What is expected
Check each line of the data for "progress", and copy the ones that have it.

——

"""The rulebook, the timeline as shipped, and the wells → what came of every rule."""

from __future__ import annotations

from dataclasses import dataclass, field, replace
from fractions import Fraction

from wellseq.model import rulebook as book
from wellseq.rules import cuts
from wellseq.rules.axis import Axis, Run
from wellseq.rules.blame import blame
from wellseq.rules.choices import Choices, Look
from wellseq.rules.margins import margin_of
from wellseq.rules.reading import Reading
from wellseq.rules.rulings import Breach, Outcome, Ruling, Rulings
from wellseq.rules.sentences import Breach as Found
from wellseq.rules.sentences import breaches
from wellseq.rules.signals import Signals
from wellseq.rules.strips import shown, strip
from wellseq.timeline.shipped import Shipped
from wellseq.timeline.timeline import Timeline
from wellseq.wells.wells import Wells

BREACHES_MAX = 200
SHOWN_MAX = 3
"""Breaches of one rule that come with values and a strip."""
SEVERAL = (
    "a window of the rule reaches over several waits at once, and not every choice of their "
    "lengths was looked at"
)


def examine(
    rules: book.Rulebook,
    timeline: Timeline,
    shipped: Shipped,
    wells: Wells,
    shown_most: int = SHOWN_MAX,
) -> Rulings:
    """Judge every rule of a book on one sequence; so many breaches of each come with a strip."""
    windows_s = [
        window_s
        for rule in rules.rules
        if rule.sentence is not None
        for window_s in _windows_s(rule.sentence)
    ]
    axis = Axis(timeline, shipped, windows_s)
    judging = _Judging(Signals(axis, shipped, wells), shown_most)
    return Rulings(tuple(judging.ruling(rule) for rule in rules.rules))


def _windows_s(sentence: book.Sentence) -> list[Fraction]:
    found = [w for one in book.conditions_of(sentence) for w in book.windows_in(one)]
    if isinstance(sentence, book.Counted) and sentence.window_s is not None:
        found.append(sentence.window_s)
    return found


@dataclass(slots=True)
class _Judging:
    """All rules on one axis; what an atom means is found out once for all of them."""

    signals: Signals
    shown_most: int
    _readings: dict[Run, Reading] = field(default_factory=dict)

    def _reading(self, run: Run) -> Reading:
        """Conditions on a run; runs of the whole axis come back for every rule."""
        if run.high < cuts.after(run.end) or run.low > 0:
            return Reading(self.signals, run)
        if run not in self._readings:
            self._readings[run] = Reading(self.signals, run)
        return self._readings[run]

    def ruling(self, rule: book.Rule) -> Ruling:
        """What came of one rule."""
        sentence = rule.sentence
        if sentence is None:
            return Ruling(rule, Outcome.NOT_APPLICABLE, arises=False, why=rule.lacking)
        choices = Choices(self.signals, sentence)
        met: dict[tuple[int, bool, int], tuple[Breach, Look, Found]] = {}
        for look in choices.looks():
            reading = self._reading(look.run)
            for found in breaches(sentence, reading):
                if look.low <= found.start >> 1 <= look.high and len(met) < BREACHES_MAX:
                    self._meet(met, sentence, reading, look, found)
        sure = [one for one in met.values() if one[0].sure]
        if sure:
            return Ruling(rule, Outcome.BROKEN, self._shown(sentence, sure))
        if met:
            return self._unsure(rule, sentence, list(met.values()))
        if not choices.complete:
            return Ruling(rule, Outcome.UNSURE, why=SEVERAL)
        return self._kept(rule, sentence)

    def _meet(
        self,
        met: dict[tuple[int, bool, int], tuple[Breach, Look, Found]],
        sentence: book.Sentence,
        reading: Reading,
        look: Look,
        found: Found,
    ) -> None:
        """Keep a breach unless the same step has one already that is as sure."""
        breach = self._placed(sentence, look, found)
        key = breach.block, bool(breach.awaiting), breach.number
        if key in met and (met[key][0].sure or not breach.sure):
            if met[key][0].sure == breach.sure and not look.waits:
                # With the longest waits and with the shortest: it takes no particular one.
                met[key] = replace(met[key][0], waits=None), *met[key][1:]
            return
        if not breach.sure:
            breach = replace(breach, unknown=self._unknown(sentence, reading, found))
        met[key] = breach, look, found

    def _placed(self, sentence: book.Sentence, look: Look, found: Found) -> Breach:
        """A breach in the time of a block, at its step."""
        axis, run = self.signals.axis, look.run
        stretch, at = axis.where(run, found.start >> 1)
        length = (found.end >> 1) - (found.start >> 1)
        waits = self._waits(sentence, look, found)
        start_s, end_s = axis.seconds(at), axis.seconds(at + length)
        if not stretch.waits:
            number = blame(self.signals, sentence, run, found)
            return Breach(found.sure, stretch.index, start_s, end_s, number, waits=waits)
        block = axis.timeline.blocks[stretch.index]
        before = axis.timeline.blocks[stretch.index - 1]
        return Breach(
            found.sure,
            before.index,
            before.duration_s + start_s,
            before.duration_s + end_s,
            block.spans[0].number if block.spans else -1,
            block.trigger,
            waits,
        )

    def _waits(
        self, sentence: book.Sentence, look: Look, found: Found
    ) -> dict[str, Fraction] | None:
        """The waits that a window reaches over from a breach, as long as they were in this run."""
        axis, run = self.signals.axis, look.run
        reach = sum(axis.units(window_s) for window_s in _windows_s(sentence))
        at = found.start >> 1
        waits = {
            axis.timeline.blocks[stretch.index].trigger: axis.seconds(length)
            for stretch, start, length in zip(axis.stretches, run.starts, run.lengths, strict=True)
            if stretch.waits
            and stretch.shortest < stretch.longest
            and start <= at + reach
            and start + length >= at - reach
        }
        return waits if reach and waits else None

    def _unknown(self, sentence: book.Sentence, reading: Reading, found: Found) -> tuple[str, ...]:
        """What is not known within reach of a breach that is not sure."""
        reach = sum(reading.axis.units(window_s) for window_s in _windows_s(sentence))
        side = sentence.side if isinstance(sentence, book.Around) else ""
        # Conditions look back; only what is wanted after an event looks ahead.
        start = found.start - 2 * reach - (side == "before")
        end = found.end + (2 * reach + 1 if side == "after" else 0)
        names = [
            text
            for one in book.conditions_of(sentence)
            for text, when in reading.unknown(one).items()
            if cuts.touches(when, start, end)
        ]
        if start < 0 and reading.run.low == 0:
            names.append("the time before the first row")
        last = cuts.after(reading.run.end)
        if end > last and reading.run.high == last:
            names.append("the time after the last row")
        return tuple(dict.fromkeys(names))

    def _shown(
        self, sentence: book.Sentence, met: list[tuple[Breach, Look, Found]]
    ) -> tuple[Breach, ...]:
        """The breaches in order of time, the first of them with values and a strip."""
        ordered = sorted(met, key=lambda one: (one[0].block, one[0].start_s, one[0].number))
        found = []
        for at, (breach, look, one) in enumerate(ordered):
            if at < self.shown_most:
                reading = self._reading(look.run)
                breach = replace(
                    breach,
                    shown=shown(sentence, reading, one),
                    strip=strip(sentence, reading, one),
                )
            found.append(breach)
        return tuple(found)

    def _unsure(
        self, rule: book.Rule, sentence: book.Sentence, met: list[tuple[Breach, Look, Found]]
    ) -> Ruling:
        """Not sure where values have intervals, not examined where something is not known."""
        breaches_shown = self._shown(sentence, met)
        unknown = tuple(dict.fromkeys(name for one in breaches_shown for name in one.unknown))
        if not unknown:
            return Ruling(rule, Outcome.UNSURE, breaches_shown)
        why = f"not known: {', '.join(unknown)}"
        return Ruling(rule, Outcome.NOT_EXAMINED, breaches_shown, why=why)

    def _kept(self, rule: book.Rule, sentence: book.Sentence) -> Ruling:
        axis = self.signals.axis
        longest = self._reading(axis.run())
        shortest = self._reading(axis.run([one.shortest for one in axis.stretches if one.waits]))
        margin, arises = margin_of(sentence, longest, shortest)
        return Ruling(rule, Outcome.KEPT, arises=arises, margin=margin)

——

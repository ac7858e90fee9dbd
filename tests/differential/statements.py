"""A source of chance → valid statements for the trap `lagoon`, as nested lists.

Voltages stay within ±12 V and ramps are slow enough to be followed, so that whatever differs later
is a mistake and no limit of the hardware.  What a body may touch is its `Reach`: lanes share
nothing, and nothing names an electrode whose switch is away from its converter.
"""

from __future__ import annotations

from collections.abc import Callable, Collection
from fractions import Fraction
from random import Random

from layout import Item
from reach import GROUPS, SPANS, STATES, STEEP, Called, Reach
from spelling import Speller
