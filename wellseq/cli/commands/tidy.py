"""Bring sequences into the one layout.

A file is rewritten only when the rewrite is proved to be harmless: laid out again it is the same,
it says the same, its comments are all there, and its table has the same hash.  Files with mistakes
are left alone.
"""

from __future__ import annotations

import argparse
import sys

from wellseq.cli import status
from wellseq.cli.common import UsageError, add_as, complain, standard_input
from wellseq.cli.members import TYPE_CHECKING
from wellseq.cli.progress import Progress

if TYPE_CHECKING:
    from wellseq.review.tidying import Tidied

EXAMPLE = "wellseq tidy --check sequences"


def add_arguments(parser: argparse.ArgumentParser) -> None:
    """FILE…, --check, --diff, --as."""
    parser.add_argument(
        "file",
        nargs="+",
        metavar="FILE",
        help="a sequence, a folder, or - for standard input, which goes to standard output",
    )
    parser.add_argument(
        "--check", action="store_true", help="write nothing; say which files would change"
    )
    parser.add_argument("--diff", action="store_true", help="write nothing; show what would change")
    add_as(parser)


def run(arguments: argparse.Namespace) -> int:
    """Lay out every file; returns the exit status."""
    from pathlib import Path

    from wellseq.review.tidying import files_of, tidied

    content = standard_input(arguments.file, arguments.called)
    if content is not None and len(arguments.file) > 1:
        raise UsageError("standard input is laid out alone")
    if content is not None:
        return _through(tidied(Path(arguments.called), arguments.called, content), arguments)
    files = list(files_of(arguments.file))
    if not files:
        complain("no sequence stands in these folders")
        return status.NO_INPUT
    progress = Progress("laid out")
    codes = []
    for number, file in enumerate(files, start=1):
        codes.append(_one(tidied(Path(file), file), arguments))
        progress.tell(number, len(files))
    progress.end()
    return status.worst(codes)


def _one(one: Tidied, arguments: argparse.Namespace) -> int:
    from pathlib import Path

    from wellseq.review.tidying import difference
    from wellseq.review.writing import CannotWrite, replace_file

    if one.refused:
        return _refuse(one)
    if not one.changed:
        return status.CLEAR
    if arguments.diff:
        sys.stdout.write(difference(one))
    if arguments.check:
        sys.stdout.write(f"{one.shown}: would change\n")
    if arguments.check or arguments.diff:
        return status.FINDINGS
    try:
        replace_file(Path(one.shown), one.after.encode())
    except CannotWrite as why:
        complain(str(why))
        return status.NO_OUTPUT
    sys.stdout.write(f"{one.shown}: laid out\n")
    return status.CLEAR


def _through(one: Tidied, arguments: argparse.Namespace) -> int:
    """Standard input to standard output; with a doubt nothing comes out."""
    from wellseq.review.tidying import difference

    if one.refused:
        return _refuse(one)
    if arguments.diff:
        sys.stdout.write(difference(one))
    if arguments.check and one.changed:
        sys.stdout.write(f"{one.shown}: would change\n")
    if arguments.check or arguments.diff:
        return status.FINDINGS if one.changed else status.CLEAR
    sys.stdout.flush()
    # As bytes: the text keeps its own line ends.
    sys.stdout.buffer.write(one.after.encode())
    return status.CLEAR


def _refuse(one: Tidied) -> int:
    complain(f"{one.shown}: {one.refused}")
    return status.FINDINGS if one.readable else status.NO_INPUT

——

Exercise response
from wellseq.cli.progress import Progress
    progress = Progress("laid out")
        progress.tell(number, len(files))
    progress.end()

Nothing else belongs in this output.